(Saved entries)
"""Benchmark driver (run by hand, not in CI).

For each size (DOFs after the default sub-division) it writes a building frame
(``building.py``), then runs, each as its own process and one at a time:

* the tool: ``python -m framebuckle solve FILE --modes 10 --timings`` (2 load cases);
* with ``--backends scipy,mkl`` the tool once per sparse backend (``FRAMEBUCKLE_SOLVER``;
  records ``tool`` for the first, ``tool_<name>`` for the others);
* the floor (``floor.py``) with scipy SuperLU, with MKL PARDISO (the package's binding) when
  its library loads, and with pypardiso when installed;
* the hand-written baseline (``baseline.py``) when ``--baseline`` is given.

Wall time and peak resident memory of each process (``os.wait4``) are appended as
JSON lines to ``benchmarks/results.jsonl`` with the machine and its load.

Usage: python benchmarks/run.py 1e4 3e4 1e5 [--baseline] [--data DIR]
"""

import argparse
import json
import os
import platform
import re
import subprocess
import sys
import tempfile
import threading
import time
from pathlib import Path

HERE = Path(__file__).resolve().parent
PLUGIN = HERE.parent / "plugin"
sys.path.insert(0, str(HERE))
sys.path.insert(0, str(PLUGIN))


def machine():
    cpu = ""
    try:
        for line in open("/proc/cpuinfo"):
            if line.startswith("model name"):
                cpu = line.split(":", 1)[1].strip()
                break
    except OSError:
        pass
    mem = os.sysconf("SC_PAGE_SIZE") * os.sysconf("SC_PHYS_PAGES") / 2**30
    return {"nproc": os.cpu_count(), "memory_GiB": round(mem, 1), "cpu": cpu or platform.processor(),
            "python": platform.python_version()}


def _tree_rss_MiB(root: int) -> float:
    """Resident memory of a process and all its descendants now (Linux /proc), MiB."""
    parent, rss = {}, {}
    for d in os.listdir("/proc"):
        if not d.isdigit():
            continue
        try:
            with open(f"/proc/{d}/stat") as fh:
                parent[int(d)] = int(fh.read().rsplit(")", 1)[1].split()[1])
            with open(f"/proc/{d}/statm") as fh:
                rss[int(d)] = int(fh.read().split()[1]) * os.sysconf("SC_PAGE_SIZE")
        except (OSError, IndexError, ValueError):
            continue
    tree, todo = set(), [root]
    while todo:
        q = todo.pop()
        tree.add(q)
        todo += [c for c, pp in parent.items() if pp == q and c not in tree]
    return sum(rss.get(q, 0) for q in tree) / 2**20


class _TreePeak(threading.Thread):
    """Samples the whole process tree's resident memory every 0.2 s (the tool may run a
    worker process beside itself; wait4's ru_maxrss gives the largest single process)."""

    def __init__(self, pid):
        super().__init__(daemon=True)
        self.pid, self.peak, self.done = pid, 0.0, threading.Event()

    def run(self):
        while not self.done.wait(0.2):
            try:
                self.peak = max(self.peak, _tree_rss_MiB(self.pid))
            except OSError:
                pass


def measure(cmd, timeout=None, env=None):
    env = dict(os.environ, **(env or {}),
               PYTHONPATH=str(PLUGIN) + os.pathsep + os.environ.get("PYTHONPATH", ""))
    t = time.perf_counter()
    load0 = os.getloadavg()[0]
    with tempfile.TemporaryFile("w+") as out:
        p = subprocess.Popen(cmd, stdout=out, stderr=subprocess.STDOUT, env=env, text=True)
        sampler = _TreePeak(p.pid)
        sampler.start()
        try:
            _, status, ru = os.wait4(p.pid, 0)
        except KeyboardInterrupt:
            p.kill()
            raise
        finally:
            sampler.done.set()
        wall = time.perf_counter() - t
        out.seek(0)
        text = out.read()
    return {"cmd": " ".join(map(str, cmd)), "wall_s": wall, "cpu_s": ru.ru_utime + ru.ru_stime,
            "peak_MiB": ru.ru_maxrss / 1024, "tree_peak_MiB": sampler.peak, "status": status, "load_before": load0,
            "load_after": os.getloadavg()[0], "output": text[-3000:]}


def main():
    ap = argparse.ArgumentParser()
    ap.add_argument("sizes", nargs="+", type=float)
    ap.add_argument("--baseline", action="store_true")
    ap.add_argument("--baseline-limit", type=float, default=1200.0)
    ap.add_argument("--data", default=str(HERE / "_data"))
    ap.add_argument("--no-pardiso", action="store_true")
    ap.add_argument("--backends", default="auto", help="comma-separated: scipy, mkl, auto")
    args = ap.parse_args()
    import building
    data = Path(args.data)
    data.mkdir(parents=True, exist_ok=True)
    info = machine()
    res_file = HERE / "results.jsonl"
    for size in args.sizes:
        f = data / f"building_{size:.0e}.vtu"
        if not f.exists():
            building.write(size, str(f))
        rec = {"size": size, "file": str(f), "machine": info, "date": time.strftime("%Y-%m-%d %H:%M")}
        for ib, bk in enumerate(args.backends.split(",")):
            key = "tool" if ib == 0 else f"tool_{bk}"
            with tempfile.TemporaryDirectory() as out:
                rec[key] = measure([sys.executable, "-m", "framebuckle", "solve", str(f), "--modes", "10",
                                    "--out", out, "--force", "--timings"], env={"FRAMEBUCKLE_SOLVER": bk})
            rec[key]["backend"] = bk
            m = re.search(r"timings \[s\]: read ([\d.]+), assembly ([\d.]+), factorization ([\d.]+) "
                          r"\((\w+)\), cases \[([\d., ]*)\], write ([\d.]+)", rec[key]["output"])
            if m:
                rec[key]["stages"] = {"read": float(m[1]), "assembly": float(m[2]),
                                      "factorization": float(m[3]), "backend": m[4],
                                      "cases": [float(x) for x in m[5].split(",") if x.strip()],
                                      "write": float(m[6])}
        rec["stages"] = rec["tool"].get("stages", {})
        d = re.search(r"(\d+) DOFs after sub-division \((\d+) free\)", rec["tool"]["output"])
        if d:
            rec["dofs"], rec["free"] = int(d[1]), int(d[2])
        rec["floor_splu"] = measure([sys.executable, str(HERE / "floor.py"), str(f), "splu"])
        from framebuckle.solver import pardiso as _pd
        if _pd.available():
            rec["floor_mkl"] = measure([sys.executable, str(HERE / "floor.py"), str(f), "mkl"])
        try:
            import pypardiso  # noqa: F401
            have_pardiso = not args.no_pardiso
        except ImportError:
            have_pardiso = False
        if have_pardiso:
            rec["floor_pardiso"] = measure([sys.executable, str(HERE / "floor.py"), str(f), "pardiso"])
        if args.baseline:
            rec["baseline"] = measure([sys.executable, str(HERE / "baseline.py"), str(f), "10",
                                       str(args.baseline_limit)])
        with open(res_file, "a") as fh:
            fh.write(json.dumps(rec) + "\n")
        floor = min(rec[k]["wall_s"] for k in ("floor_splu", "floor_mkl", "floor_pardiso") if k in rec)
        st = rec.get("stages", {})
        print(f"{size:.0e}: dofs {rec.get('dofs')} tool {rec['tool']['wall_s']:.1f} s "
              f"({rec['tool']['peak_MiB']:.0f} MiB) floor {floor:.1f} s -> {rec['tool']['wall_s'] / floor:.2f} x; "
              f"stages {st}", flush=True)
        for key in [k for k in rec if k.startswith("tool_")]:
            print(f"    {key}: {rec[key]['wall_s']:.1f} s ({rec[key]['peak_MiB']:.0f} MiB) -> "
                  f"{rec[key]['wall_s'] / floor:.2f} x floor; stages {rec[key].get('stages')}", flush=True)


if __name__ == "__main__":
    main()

ABOUT THIS TASK:
Search each line of the data above for "startswith", and copy the lines where it occurs.

RESPONSE TO THIS TASK:
            if line.startswith("model name"):
        for key in [k for k in rec if k.startswith("tool_")]:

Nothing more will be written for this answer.